Essa equação não se resolve com facilidade e está eivada de questões que complexificam sua execução, como as apontadas anteriormente nos capítulos teóricos e aquelas que se apresentam como propostas da sociedade civil para a 1ª CONSEG. Nesse sentido, vale a pena mencionar o alerta dado por Pavarini (2002), ao tratar da má consciência do criminólogo:

No es muy distinta la perspectiva de quien se mueve en una perspectiva marxista: la interpretación materialista de los processos de criminalización no está lejos cualitativamente del análisis realizado por los teóricos del conflicto y de la reacción social, salvo para remitir toda contradicción a la que existe entre capital y trabajo y para obviar el escepticismo de los criminólogos radicales con un acto de fe en una cada vez más improbable metamorfosis social. Finalmente, la reflexión de la criminología crítica se detiene en los umbrales de un nudo teórico que devela el equívoco sobre el que se funda la misma conciencia criminológica en la sociedad burguesa: aceptar el

status quo legal como presupuesto inimpugnable y poder así

desarrollar un conocimiento de la diversidad criminal o bien contraponerse a este poder y com ellos deslegitimar todo saber criminológico como no científico [...] Pero al mismo tiempo el "buen" criminólogo sabe también que, en cuanto parcial y signado por opciones políticas, su conocimiento permanece acaso siempre como el único conocimiento del crimen en esta sociedad: aunque al servicio de este orden social - mejor: precisamente porque está al servicio de esto - la criminologia burguesa es la única verdad a la que podemos acceder en esta sociedad. Y entonces, con toda probabilidad, el "buen" criminólogo continuará haciendo" criminologia... pero con la conciencia infeliz (PAVARINI, 2002, pp. 172-173).

Ora, se nem a garantia dos direitos humanos pode configurar uma ruptura na estrutura de produção que condiciona uma vida social pautada pela desigualdade e pela corrosão do trabalho e, no caso das políticas de segurança, pela tendência ao encarceramento em massa e às políticas ampliadas de controle social da população, o que nos resta?

Parafraseando Marx e Engels65, a história de nossa sociedade é a história da luta de classes e é neste contexto que podemos encontrar elementos para compreender o movimento atual da história no que diz respeito às lutas potencialmente revolucionárias.

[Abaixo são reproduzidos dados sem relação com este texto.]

END_CONDITIONS = {
    "sealed": "no current leaves the end (zero axial current)",
    "killed": "the end is held at the resting potential (V = 0)",
    "infinite": "the cylinder goes on for ever with the same diameter",
    "load": "a lumped conductance G (nS) and capacitance C (pF) at the end",
}

CAUTIONS = (
    "A passive-cable estimate, not a measurement: active conductances, spines and cell-to-cell variability "
    "change real attenuation.",
    "The synapse is modelled as a current source: a conductance synapse also loses driving force as its "
    "voltage rises.",
    "The recording electrode (series resistance, pipette capacitance) is not modelled.",
)

# Tables rendered alike by the page and the exports: a caption and the keys of their rows.
TABLES = {
    "steady_state": {
        "caption": "Steady-state attenuation",
        "keys": [f"{_SS}.site_to_soma", f"{_SS}.site_to_soma_fold", f"{_SS}.site_to_soma_percent",
                 f"{_SS}.soma_to_site", f"{_SS}.soma_to_site_fold", f"{_SS}.soma_to_site_percent"],
    },
    "constants": {
        "caption": "Cable constants, resistances and delays",
        "keys": ["site.branch", "site.distance_um", "site.cylinder", "site.path_distance_um",
                 "site.electrotonic_distance", "site.lambda_um", "site.branch_electrotonic_length", "tau_m_ms",
                 "soma_input_resistance_Mohm", "site_input_resistance_Mohm", "transfer_resistance_Mohm", "rho",
                 "rho_inf", "centroid_delay_ms"],
    },
    "equivalent_cylinder": {
        "caption": "Equivalent cylinder (Rall 1962; Rall 1964)",
        "keys": [f"{_EQ}.meets_conditions", f"{_EQ}.tolerance", f"{_EQ}.cylinder.diameter_um",
                 f"{_EQ}.cylinder.electrotonic_length", f"{_EQ}.cylinder.electrotonic_length_min",
                 f"{_EQ}.cylinder.electrotonic_length_max",
                 f"{_CMP}.soma_input_resistance_Mohm.cylinder", f"{_CMP}.soma_input_resistance_Mohm.relative_error",
                 f"{_CMP}.transfer_resistance_Mohm.cylinder", f"{_CMP}.transfer_resistance_Mohm.relative_error",
                 f"{_CMP}.soma_to_site.cylinder", f"{_CMP}.soma_to_site.relative_error"],
    },
    "branches": {
        "caption": "Branches",
        "keys": ["lambda_um.*", "electrotonic_length.*"],
    },
}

Ao marxismo, enquanto concepção de mundo sob a perspectiva

dos interesses dos explorados e oprimidos, cabe emular essas

conquistas, mesmo parciais e insuficientes, e integrar a sua defesa em uma plataforma política de resistência, a plataforma própria a este interregno histórico de defensiva, até que a ultrapassagem revolucionária do capitalismo volte a ser concretamente colocada na ordem do dia pelas lutas e reabra, assim, as portas para a humanidade retomar sua caminhada em direção a uma sociabilidade integralmente emancipadora de todos os indivíduos (TRINDADE, 2011, p. 301).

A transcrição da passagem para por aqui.